# [PROBLEM]
Return, word for word, only the lines of the data below that lie between the line with "variance = np.zeros(measured.shape)" and the line with "return curve[0, 0], error[0, 0]", those two lines included.

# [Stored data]
———
"""Cells of log frequency: averages, bridges and the ends of the range."""

import numpy as np
import pytest

from identkit.methods.log_cells import cell_means

EDGES = np.log(np.array([90.0, 110.0, 130.0, 150.0, 170.0, 190.0]))


def one(frequency, measured, variance=None, usable=None):
    measured = np.asarray(measured, dtype=complex)[None, None]
    variance = np.zeros(measured.shape) if variance is None else np.asarray(variance)[None, None]
    usable = np.ones(measured.shape, bool) if usable is None else np.asarray(usable)[None, None]
    curve, error = cell_means(np.asarray(frequency), measured, variance, usable, EDGES)
    return curve[0, 0], error[0, 0]


def test_points_of_a_cell_are_averaged_as_complex_numbers():
    curve, error = one([100.0, 105.0, 120.0], [2.0, 4.0, 1j], [0.02, 0.02, 0.08])
    assert curve[0] == pytest.approx(np.log(3.0))
    assert curve[1] == pytest.approx(1j * np.pi / 2.0)
    # total variances: half of each stands along the magnitude
    assert error[0] == pytest.approx(np.sqrt(0.02) / 2.0 / 3.0)
    assert error[1] == pytest.approx(0.2)


def test_empty_cells_are_bridged_inside_the_range_only():
    curve, _ = one([120.0, 160.0], [1.0, 2.0])
    assert np.isnan(curve[0])
    assert curve.real[1:4].tolist() == [0.0, 0.0, np.log(2.0)]
    assert np.isnan(curve.real[4])
    assert np.isnan(curve.imag[4])


def test_points_not_usable_count_for_nothing():
    curve, _ = one([100.0, 105.0, 120.0], [2.0, np.nan, 1.0], usable=[True, False, False])
    assert curve[0] == pytest.approx(np.log(2.0))
    assert np.isnan(curve[1:].real).all()
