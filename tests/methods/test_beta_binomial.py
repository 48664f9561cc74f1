"""Shares that scatter, seen through counts."""

import numpy as np
import pytest
from scipy import stats

from identkit.methods.beta_binomial import BetaShares, fit_beta_binomial

# Number of boys in the first 12 of families of 13 children: 6115 families of Saxony, 1876-1885
# (A. Geissler), the usual example of the law; counts from memory, they add up to 6115.
BOYS = np.array([3, 24, 104, 286, 670, 1033, 1343, 1112, 829, 478, 181, 45, 7])


def test_the_published_example_of_saxon_families():
    counts = np.repeat(np.arange(13), BOYS)
    assert counts.size == 6115
    found = fit_beta_binomial(counts, 12)
    # maximum likelihood 34.1, 31.6: J. K. Lindsey and P. M. E. Altham, Applied Statistics 47
    # (1998) 149-157, on these data; value from memory, hence the tolerance
    assert found.successes == pytest.approx(34.1, abs=0.6)
    assert found.failures == pytest.approx(31.6, abs=0.6)


def test_the_maximum_is_that_of_the_reference_library():
    counts = stats.betabinom.rvs(20, 6.0, 3.0, size=80, random_state=np.random.default_rng(4))
    found = fit_beta_binomial(counts, 20)

    def likelihood(a, b):
        return stats.betabinom.logpmf(counts, 20, a, b).sum()

    best = likelihood(found.successes, found.failures)
    for a, b in ((1.05, 1.0), (0.95, 1.0), (1.0, 1.05), (1.0, 0.95), (1.1, 1.1)):
        assert likelihood(found.successes * a, found.failures * b) <= best + 1e-6


def test_the_scatter_of_counting_is_no_scatter_of_shares():
    counts = np.random.default_rng(1).binomial(40, 0.7, size=200)
    found = fit_beta_binomial(counts, 40)
    assert found.mean == pytest.approx(0.7, abs=0.02)
    # the counts alone would spread 0.07 either way
    assert found.quantile(0.1) > 0.66


def test_quantile_and_chance_are_those_of_the_laws():
    law = BetaShares(9.0, 2.0)
    assert law.quantile(0.1) == pytest.approx(stats.beta.ppf(0.1, 9.0, 2.0))
    assert law.chance_of_at_most(7, 12) == pytest.approx(stats.betabinom.cdf(7, 12, 9.0, 2.0))


@pytest.mark.parametrize(("counts", "mean"), [([20, 20], 1 - 0.5 / 40), ([0, 0], 0.5 / 40)])
def test_all_or_none_leaves_half_a_success_of_doubt(counts, mean):
    found = fit_beta_binomial(np.array(counts), 20)
    assert found.mean == pytest.approx(mean)
    assert 0.0 < found.quantile(0.1) < 1.0


@pytest.mark.parametrize("counts", [[], [-1], [21]])
def test_impossible_counts_are_refused(counts):
    with pytest.raises(ValueError, match="expected counts in range"):
        fit_beta_binomial(np.array(counts, dtype=int), 20)
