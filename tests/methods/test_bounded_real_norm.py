import numpy as np
import pytest

from identkit.methods.bounded_real_norm import band_norm, level_frequencies
from identkit.methods.state_space import StateSpace, frequency_response, modal_realisation
from tests.methods.families import plant


def random_system(rng: np.random.Generator, modes: int, ports: int = 2) -> StateSpace:
    natural = 2.0 * np.pi * np.exp(rng.uniform(np.log(50.0), np.log(2e4), modes))
    damping = 10.0 ** rng.uniform(-3.5, -1.0, modes)
    a = np.zeros((2 * modes, 2 * modes))
    for k, (w, z) in enumerate(zip(natural, damping, strict=True)):
        a[2 * k : 2 * k + 2, 2 * k : 2 * k + 2] = [[0.0, w], [-w, -2.0 * z * w]]
    size = np.repeat(np.sqrt(natural * damping), 2)
    return StateSpace(
        a, rng.normal(size=(2 * modes, ports)) * size[:, None],
        rng.normal(size=(ports, 2 * modes)) * size, 0.1 * rng.normal(size=(ports, ports)),
    )  # fmt: skip


@pytest.mark.parametrize("seed", range(6))
def test_against_a_dense_grid_inside_the_band(seed: int) -> None:
    rng = np.random.default_rng(seed)
    system = random_system(rng, 6, ports=1 + seed % 2)
    low, high = 300.0, 5000.0
    found = band_norm(system, low, high)
    grid = np.geomspace(low, high, 60001)
    gains = np.linalg.norm(frequency_response(system, grid), 2, axis=(1, 2))
    assert found.norm >= gains.max() * (1.0 - 1e-12)
    assert found.norm == pytest.approx(gains.max(), rel=1e-3)
    at_peak = frequency_response(system, np.array([found.frequency]))[0]
    assert np.linalg.norm(at_peak, 2) == pytest.approx(found.norm, rel=1e-12)
    assert low <= found.frequency <= high


def test_band_excludes_a_larger_peak_outside() -> None:
    system = modal_realisation(plant(base="none"))
    whole = band_norm(system, 10.0, 20e3)
    part = band_norm(system, 2000.0, 3000.0)
    assert part.norm < whole.norm
    assert part.frequency == pytest.approx(2500.0, rel=1e-3)


def test_level_frequencies_bracket_where_the_gain_crosses() -> None:
    system = modal_realisation(plant(base="none"))
    edges = level_frequencies(system, 0.5)
    gain = np.abs(frequency_response(system, edges)[:, 0, 0])
    np.testing.assert_allclose(gain, 0.5, rtol=1e-6)


def test_unit_of_time_and_of_signals_do_not_matter() -> None:
    system = modal_realisation(plant())
    scaled = StateSpace(system.A / 1e3, system.B * 1e6 / 1e3, system.C, system.D * 1e6)
    one, two = band_norm(system, 100.0, 2e4), band_norm(scaled, 0.1, 20.0)
    assert two.norm == pytest.approx(1e6 * one.norm, rel=1e-10)
    assert two.frequency == pytest.approx(one.frequency / 1e3, rel=1e-6)


def test_pole_on_the_axis_is_refused() -> None:
    undamped = StateSpace(
        np.array([[0.0, 1.0], [-1.0, 0.0]]), np.eye(2)[:, 1:], np.eye(2)[:1], np.zeros((1, 1))
    )
    with pytest.raises(ArithmeticError, match="axis"):
        band_norm(undamped, 0.01, 10.0)
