"""Margins against loops whose margins are known in closed form."""

import numpy as np
import pytest

from identkit.controller import state_space_of_roots
from identkit.methods.stability_margins import margins_from_response, margins_of_loop
from identkit.methods.state_space import StateSpace

TWO_PI = 2.0 * np.pi


def loop(poles, gain, zeros=()):
    return state_space_of_roots(
        np.array(zeros, dtype=complex), np.array(poles, dtype=complex), gain
    )


def test_three_poles():
    """1000/(s (s + 10)(s + 20)): -180 degrees at sqrt(200) rad/s, where |L| = 1000/6000."""
    found = margins_of_loop(loop([0.0, -10.0, -20.0], 1000.0))
    assert found.gain_up == pytest.approx(6.0, rel=1e-10)
    assert found.gain_up_frequency * TWO_PI == pytest.approx(np.sqrt(200.0), rel=1e-10)
    assert found.gain_down == 0.0
    w = found.crossover * TWO_PI
    assert 1000.0 / (w * np.hypot(w, 10) * np.hypot(w, 20)) == pytest.approx(1.0, rel=1e-9)
    expected = 90.0 - np.degrees(np.arctan(w / 10) + np.arctan(w / 20))
    assert found.phase == pytest.approx(expected, rel=1e-9)
    assert found.delay == pytest.approx(np.radians(expected) / w, rel=1e-9)


def test_an_integrator_with_delay():
    """k e^{-s tau}/s: gain margin pi/(2 k tau), phase margin 90 deg - k tau, at k rad/s."""
    k, tau = 300.0, 1e-3
    found = margins_of_loop(loop([0.0], k), tau)
    assert found.gain_up == pytest.approx(np.pi / (2 * k * tau), rel=1e-9)
    assert found.phase == pytest.approx(90.0 - np.degrees(k * tau), rel=1e-9)
    assert found.delay == pytest.approx((np.pi / 2 - k * tau) / k, rel=1e-9)


def test_a_loop_that_needs_its_gain():
    """k/(s - 1): stable above k = 1, so k may fall by the factor 1/k; |1 + L| least at rest."""
    found = margins_of_loop(loop([1.0], 4.0), low=1e-7)
    at_rest = margins_from_response(
        lambda f: 4.0 / (2j * np.pi * f - 1.0), np.geomspace(1e-6, 1e3, 400)
    )
    # L is on the real axis at rest only; the search stays above it
    assert found.gain_down in (0.0, pytest.approx(0.25, rel=1e-6))
    assert at_rest.modulus == pytest.approx(1.0, rel=1e-6)
    assert found.phase == pytest.approx(at_rest.phase, rel=1e-9)


def test_an_unstable_pole_with_a_lead_has_both_gain_margins():
    """k (s + 1)^2/s^3: -180 degrees at 1 rad/s with |L| = 2 k, so k may fall to 1/2."""
    found = margins_of_loop(loop([0.0, 0.0, 0.0], 5.0, [-1.0, -1.0]))
    assert found.gain_down == pytest.approx(0.1, rel=1e-9)
    assert found.gain_down_frequency * TWO_PI == pytest.approx(1.0, rel=1e-9)
    assert found.gain_up == np.inf


def test_a_narrow_resonance_is_not_missed():
    """A resonance 0.01 % wide that comes within 1e-3 of -1."""
    natural, ratio = 2000.0, 5e-5
    pole = natural * complex(-ratio, np.sqrt(1 - ratio**2))
    # real part of the peak residue: L = -0.999 at the resonance on top of nothing
    system = loop([pole, pole.conjugate()], -0.999 * 2 * ratio * natural, [0.0])
    found = margins_of_loop(system)
    assert found.modulus == pytest.approx(1e-3, rel=1e-6)
    assert found.modulus_frequency * TWO_PI == pytest.approx(natural, rel=1e-5)
    assert found.gain_up == pytest.approx(1.0 / 0.999, rel=1e-6)


def test_a_loop_below_one_has_no_phase_margin():
    found = margins_of_loop(loop([-1.0], 0.5))
    assert found.phase == np.inf
    assert np.isnan(found.crossover)


def test_modulus_and_disk_of_a_loop_without_states():
    none = np.zeros((0, 0))
    system = StateSpace(none, np.zeros((0, 1)), np.zeros((1, 0)), np.array([[0.5]]))
    found = margins_of_loop(system)
    assert found.modulus == pytest.approx(1.5)
    assert found.disk == pytest.approx(2 * 1.5 / 0.5)
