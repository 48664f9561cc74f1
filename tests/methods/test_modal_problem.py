"""Projected problem: normal equations and linear parameters against plain linear algebra."""

import numpy as np
import pytest

from identkit.methods.modal_least_squares import starting_poles
from identkit.methods.modal_problem import ModalProblem, ModelShape, scaled_factor, times_jx
from identkit.methods.modal_solution import scale_data
from tests.methods.invented_plants import draw

CASES = [("pivot", False), ("free", True), ("none", True), ("pivot", True)]


def problem(base, general, delay=True):
    drawn = draw(np.random.default_rng(8), base=base, general=general, modes=4, points=300)
    data = scale_data(drawn.frequency, drawn.response, drawn.variance)
    shape = ModelShape(base, 4, general=general, delay=delay)
    poles = starting_poles(drawn.truth, data.reference)
    return ModalProblem(data, shape, poles.delay), poles


@pytest.mark.parametrize(("base", "general"), CASES)
def test_linear_parameters_are_least_squares(base, general):
    modal, poles = problem(base, general)
    state = modal.linearise(poles)
    design = (state.columns / np.linalg.norm(state.columns, axis=1)[:, None]).T
    exact = np.linalg.lstsq(design, modal.data.rotated(poles.delay))[0]
    np.testing.assert_allclose(design @ exact, state.model, atol=1e-7 * np.max(np.abs(state.model)))


@pytest.mark.parametrize(("base", "general"), CASES)
@pytest.mark.parametrize("delay", [True, False])
def test_gradient_agrees_with_differences_of_the_cost(base, general, delay):
    modal, poles = problem(base, general, delay)
    point = modal.pack(poles) + 1e-3
    _, state = modal.evaluate(point)
    _, gradient = modal.normal_equations(state)
    for k in range(point.size):
        step = np.zeros(point.size)
        step[k] = 1e-6
        change = modal.evaluate(point + step)[0] - modal.evaluate(point - step)[0]
        scale = np.max(np.abs(gradient))
        assert -2.0 * gradient[k] == pytest.approx(change / 2e-6, abs=1e-4 * scale)


def test_normal_equations_are_those_of_projected_derivatives():
    modal, poles = problem("pivot", True)
    state = modal.linearise(poles)
    hessian, _ = modal.normal_equations(state)
    base = np.linalg.qr((state.columns / np.linalg.norm(state.columns, axis=1)[:, None]).T)[0]
    slopes = modal.derivatives(state).T
    left = slopes - base @ (base.T @ slopes)
    size = np.sqrt(np.diag(hessian))
    np.testing.assert_allclose(
        hessian / np.outer(size, size), (left.T @ left) / np.outer(size, size), atol=1e-8
    )


def test_packing_is_reversible():
    modal, poles = problem("pivot", False)
    again = modal.unpack(modal.pack(poles))
    assert again.delay == poles.delay
    np.testing.assert_array_equal(again.log_frequency, poles.log_frequency)
    np.testing.assert_array_equal(again.log_damping, poles.log_damping)


def test_points_far_away_are_forbidden():
    modal, poles = problem("none", False)
    point = modal.pack(poles)
    point[1] = 40.0
    with np.errstate(over="ignore"):
        assert modal.evaluate(point)[0] == np.inf


def test_model_without_linear_terms_leaves_the_data():
    modal, poles = problem("none", False)
    bare = ModalProblem(modal.data, ModelShape("none", 0, feedthrough=False))
    poles = type(poles)(0.0, np.zeros(0), np.zeros(0))
    cost, state = bare.evaluate(bare.pack(poles))
    assert cost == pytest.approx(np.sum(np.abs(modal.data.target) ** 2))
    hessian, gradient = bare.normal_equations(state)
    assert hessian.shape == (1, 1)
    assert gradient[0] == pytest.approx(0.0, abs=1e-6 * cost)


def test_factor_refuses_what_is_not_finite():
    with pytest.raises(np.linalg.LinAlgError):
        scaled_factor(np.full((2, 2), np.nan))


def test_times_jx_is_a_complex_product():
    x, rows = np.array([1.0, 2.0]), np.array([[1.0, 2.0, 3.0, 4.0]])
    np.testing.assert_allclose(times_jx(rows, x), [[-3.0, -8.0, 1.0, 4.0]])
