"""Robust scale, slope and distance from peers."""

import numpy as np
import pytest
from scipy.stats import norm

from identkit.methods.robust_distance import (
    dilate,
    median_and_scale,
    median_slope,
    reach_of_peers,
    rise_above_peers,
    standardised,
)


def test_half_the_sample_may_be_wild():
    rng = np.random.default_rng(1)
    value = rng.normal(5.0, 2.0, 2001)
    value[:900] = 1e6
    centre, scale = median_and_scale(value)
    assert 5.0 < centre < 12.0
    assert scale < 20.0


def test_missing_values_are_left_out():
    centre, scale = median_and_scale(np.array([[1.0, np.nan], [3.0, np.nan], [np.nan, np.nan]]))
    assert centre[0] == 2.0
    assert scale[0] == pytest.approx(1.4826, abs=1e-4)
    assert np.isnan(centre[1])
    assert np.isnan(scale[1])


def test_slope_is_exact_on_a_line_with_wild_points():
    x = np.linspace(-3.0, 4.0, 60)
    y = 2.5 * x - 1.0
    y[::5] += 1e3
    assert median_slope(x, y) == pytest.approx(2.5, abs=1e-9)
    assert median_slope(np.ones(4), np.arange(4.0)) == 0.0
    assert median_slope(np.ones(1), np.ones(1)) == 0.0


def test_many_points_use_a_selection_of_pairs():
    rng = np.random.default_rng(2)
    x = rng.uniform(size=3000)
    y = -0.7 * x + 0.1 * rng.normal(size=3000)
    assert median_slope(x, y, most_pairs=50_000) == pytest.approx(-0.7, abs=0.05)


def test_dilation_takes_the_largest_neighbour():
    value = np.array([0.0, 5.0, 0.0, 0.0, np.nan, np.nan, np.nan, 1.0])
    found = dilate(value, 1)
    assert found[:5].tolist() == [5.0, 5.0, 5.0, 0.0, 0.0]
    assert np.isnan(found[5])
    assert found[6:].tolist() == [1.0, 1.0]


def peaks(shift, places=400):
    """Return a log-magnitude curve with one resonance at a place."""
    place = np.arange(places)
    return 1.5 * np.exp(-0.5 * ((place - 200.0 - shift) / 3.0) ** 2)


def test_a_shifted_resonance_is_usual_and_an_additional_one_is_not():
    rng = np.random.default_rng(3)
    curves = np.array([peaks(rng.normal(0.0, 1.0)) for _ in range(24)])
    curves += 0.01 * rng.normal(size=curves.shape)
    curves[4] = peaks(4.0)
    curves[7] += np.roll(peaks(0.0), 60)
    error = np.full(curves.shape, 0.01)
    rise = rise_above_peers(curves, error, reach_of_peers(curves, sideways=3, own=1))
    assert rise[7] > 6.0
    assert np.delete(rise, 7).max() < 2.0


def test_own_error_excuses_and_unknown_places_say_nothing():
    curves = np.zeros((12, 50))
    curves[:, ::2] += 0.3 * np.random.default_rng(4).normal(size=(12, 25))
    curves[3, 20] = 9.0
    curves[5] = np.nan
    peers = reach_of_peers(curves, sideways=1, own=1)
    clear = rise_above_peers(curves, np.full(curves.shape, 1e-3), peers)
    noisy = rise_above_peers(curves, np.full(curves.shape, 4.0), peers)
    assert clear[3] > 10.0
    assert noisy[3] == 0.0
    assert np.isnan(clear[5])


def test_distances_are_in_robust_standard_deviations():
    normal = norm.ppf((np.arange(4001) + 0.5) / 4001)
    found = standardised(10.0 + 3.0 * normal, 10**9, 1e-6)
    assert found == pytest.approx(np.abs(normal), rel=2e-3, abs=1e-9)
    assert standardised(np.array([1.0, 1.0, 1.5]), 1, 0.1)[2] == pytest.approx(1.0)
———
# [EXERCISE RESULT]
    variance = np.zeros(measured.shape) if variance is None else np.asarray(variance)[None, None]
    usable = np.ones(measured.shape, bool) if usable is None else np.asarray(usable)[None, None]
    curve, error = cell_means(np.asarray(frequency), measured, variance, usable, EDGES)
    return curve[0, 0], error[0, 0]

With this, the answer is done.